EXERCISE BRIEF: Reply with one number: the count of lines in the data that hold the string "random".

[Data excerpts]
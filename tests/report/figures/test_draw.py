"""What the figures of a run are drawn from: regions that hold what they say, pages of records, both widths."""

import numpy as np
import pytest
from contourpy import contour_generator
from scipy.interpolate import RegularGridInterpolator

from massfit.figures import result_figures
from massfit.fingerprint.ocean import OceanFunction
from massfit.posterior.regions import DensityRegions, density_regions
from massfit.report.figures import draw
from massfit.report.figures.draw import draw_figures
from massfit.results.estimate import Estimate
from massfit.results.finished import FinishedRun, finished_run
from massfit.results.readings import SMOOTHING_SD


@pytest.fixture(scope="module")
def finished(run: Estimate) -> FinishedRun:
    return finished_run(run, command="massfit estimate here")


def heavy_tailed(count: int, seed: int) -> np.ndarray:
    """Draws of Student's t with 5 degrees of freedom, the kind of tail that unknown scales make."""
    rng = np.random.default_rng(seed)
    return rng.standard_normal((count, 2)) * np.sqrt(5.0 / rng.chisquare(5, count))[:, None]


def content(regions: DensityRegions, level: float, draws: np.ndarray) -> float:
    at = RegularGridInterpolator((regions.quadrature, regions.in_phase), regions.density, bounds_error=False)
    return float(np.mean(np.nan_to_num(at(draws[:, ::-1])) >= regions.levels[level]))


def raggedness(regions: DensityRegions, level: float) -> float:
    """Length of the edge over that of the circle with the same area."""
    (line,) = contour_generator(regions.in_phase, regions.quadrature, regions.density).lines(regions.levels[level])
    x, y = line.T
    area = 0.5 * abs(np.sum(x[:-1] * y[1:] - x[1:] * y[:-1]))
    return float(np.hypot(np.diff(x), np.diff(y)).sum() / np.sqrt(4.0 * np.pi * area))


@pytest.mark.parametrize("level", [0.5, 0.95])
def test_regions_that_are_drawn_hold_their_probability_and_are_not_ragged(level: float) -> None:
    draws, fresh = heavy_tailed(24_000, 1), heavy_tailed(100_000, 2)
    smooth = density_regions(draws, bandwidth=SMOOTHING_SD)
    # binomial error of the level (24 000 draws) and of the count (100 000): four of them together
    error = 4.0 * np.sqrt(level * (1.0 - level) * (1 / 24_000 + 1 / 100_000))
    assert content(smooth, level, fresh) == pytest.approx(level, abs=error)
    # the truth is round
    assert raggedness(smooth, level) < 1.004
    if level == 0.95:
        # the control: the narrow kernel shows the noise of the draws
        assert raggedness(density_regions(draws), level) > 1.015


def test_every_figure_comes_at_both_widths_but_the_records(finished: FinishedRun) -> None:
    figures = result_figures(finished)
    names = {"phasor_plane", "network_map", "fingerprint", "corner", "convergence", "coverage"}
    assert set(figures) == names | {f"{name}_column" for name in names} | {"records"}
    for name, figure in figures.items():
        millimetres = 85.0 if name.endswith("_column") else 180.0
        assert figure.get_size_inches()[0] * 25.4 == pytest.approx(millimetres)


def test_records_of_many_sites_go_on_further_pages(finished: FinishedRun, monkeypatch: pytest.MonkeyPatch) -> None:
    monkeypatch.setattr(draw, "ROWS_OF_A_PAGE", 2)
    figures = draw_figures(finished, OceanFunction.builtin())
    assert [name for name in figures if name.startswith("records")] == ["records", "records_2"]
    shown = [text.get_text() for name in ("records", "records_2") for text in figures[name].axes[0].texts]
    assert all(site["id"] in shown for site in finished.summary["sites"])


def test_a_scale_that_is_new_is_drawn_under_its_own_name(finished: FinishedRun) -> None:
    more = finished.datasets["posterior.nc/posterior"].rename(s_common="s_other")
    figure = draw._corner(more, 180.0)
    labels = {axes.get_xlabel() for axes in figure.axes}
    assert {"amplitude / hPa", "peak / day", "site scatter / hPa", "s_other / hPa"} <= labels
* * *
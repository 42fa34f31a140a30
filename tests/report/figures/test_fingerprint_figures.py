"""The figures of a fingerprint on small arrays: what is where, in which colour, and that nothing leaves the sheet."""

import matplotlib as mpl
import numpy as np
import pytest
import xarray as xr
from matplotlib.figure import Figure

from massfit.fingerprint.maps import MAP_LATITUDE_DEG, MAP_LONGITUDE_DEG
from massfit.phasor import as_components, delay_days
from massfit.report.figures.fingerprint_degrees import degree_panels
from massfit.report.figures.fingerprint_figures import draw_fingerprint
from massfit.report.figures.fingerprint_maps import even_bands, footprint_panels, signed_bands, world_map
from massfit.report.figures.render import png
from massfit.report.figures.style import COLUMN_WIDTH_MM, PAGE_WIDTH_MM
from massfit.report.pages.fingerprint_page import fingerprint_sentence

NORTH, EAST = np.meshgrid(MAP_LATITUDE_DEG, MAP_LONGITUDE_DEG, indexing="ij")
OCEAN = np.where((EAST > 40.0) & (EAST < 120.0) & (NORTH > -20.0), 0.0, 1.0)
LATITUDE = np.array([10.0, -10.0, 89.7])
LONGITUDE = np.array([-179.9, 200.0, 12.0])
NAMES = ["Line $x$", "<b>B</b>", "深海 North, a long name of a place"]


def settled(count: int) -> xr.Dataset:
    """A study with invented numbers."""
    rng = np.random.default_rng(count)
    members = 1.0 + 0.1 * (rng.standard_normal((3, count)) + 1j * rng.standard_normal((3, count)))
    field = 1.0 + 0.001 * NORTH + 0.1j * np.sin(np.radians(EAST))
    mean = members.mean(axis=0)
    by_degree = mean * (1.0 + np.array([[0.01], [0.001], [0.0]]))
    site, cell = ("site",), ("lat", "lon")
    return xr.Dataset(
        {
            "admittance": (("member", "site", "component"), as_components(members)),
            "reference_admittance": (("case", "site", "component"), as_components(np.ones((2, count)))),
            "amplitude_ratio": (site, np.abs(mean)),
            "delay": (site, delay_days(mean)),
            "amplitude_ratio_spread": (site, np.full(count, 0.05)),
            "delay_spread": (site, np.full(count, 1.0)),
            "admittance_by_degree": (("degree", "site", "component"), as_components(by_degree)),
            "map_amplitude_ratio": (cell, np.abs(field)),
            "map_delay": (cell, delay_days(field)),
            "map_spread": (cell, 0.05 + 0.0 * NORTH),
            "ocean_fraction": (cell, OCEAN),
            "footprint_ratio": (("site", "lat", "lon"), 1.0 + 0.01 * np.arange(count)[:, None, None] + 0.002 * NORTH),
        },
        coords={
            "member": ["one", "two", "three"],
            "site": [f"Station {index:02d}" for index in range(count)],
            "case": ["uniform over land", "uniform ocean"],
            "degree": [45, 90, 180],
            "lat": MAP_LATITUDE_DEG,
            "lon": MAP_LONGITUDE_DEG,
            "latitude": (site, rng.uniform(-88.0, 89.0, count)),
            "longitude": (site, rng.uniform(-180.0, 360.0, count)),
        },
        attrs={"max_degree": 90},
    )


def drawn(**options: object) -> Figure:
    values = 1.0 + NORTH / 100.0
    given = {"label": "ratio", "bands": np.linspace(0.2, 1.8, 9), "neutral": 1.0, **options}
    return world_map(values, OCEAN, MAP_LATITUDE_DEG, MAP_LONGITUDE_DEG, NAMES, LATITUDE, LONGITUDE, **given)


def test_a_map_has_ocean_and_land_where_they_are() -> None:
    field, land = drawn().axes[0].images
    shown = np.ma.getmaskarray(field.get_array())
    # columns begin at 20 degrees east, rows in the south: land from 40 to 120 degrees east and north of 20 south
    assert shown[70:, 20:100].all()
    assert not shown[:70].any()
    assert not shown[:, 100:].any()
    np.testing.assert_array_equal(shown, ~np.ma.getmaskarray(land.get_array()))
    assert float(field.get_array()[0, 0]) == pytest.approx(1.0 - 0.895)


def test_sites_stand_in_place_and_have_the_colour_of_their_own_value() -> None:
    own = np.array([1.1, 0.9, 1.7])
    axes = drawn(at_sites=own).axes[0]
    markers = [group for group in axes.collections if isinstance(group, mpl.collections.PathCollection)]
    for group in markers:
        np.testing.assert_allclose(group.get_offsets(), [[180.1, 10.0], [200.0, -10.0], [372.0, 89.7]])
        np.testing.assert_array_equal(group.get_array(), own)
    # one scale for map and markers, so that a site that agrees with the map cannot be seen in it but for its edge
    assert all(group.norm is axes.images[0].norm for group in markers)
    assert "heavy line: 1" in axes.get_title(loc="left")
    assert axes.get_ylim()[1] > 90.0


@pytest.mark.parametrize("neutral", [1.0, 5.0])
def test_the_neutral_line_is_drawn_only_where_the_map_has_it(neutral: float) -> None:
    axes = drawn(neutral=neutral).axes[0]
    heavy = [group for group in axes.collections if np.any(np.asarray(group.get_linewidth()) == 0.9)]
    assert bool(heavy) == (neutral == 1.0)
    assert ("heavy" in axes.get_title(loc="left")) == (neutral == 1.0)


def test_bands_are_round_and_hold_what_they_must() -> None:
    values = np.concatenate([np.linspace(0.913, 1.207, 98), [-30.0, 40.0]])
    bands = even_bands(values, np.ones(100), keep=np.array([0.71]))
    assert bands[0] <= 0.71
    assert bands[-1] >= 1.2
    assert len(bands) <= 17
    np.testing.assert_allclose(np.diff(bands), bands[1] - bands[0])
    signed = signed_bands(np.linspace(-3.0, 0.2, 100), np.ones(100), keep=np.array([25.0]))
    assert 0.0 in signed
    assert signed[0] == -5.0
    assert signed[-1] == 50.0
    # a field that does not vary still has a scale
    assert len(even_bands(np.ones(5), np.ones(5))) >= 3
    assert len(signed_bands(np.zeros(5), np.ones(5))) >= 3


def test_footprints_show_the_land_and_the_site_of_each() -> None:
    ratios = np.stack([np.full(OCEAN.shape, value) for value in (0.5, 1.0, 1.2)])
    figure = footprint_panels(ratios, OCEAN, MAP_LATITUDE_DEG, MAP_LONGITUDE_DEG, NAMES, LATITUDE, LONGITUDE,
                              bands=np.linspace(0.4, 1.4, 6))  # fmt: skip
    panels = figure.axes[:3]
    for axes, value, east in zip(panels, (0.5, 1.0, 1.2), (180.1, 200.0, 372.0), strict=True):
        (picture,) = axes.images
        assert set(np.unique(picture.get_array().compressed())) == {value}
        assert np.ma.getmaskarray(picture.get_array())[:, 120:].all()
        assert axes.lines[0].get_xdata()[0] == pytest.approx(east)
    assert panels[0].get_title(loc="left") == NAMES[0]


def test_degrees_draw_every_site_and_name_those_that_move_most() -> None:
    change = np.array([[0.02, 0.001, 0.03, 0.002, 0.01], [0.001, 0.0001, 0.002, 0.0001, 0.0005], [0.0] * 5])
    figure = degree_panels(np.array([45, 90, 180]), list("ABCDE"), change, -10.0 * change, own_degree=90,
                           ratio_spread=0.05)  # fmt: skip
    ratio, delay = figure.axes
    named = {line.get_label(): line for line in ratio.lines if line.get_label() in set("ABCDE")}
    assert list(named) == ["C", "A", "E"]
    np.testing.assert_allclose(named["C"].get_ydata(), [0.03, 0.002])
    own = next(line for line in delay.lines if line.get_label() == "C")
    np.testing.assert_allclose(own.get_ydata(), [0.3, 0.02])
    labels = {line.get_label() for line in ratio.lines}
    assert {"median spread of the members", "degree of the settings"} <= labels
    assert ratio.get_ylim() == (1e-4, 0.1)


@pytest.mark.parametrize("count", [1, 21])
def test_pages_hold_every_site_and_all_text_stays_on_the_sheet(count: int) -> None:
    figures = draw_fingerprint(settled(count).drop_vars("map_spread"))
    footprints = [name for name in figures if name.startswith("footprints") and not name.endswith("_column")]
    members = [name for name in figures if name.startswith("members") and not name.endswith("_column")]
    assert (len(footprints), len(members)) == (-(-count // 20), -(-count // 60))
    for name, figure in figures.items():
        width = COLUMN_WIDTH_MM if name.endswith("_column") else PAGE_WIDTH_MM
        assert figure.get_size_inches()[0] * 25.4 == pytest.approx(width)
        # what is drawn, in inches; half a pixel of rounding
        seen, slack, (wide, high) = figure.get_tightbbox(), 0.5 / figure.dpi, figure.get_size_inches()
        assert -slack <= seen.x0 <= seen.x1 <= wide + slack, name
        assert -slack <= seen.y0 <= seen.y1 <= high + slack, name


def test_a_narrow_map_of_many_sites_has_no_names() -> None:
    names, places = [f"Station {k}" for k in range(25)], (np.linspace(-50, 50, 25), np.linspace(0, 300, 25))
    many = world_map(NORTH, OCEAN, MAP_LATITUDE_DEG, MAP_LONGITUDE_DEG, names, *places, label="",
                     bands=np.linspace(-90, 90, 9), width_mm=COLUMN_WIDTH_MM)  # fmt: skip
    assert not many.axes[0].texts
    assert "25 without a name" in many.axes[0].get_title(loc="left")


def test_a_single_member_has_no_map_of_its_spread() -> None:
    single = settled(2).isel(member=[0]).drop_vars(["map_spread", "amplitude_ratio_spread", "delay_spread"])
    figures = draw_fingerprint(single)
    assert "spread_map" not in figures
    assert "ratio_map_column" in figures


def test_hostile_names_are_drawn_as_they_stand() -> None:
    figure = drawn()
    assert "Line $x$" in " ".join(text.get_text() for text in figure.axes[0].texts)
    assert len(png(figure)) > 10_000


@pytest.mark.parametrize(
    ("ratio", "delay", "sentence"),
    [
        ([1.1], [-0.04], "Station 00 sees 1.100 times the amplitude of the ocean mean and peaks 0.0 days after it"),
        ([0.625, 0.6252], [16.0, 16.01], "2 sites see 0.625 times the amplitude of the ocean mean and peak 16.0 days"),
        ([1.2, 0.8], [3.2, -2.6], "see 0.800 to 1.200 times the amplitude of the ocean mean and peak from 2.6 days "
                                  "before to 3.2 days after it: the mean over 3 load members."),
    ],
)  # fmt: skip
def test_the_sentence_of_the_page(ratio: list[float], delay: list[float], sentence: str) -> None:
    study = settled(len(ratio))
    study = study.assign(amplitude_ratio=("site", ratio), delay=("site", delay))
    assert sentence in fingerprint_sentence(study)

TASK ANSWER: 2